▸ Exercise prompt: Only the lines from the one containing "-40 °F = -40" through the last line of the material should be returned, each exactly as it stands.

▸ Provided entries:
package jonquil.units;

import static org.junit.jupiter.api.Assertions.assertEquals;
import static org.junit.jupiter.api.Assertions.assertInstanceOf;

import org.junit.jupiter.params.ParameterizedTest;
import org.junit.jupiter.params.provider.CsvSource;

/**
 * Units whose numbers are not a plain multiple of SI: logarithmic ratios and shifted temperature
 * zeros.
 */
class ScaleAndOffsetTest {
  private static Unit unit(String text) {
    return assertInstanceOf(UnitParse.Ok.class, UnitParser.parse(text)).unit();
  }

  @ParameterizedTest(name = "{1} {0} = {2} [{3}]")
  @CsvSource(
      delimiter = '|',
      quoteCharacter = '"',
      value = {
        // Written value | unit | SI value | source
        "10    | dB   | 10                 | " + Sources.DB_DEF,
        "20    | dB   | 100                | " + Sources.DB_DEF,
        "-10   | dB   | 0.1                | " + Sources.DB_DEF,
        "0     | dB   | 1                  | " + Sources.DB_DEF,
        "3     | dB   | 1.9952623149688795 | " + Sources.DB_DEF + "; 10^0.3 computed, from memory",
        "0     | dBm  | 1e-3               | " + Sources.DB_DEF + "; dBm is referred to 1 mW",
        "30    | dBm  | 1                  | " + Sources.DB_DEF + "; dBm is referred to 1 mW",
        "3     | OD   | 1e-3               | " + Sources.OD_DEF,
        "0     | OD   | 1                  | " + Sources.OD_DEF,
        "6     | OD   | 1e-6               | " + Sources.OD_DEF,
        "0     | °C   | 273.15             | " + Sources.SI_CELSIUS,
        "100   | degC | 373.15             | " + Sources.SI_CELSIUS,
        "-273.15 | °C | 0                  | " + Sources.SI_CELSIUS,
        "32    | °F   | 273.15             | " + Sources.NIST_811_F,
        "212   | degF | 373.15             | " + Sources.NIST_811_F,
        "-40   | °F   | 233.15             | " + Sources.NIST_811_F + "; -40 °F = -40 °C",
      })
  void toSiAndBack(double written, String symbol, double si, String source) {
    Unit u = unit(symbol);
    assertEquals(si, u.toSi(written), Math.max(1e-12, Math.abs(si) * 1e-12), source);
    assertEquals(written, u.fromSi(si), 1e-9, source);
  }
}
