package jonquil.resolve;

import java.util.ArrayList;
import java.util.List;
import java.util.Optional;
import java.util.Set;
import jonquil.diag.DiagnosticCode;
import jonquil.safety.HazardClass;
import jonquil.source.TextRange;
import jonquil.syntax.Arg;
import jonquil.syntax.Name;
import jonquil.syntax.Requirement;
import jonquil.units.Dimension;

▸ Output of the task:
        "-40   | °F   | 233.15             | " + Sources.NIST_811_F + "; -40 °F = -40 °C",
      })
  void toSiAndBack(double written, String symbol, double si, String source) {
    Unit u = unit(symbol);
    assertEquals(si, u.toSi(written), Math.max(1e-12, Math.abs(si) * 1e-12), source);
    assertEquals(written, u.fromSi(si), 1e-9, source);
  }
}
package jonquil.resolve;

import java.util.ArrayList;
import java.util.List;
import java.util.Optional;
import java.util.Set;
import jonquil.diag.DiagnosticCode;
import jonquil.safety.HazardClass;
import jonquil.source.TextRange;
import jonquil.syntax.Arg;
import jonquil.syntax.Name;
import jonquil.syntax.Requirement;
import jonquil.units.Dimension;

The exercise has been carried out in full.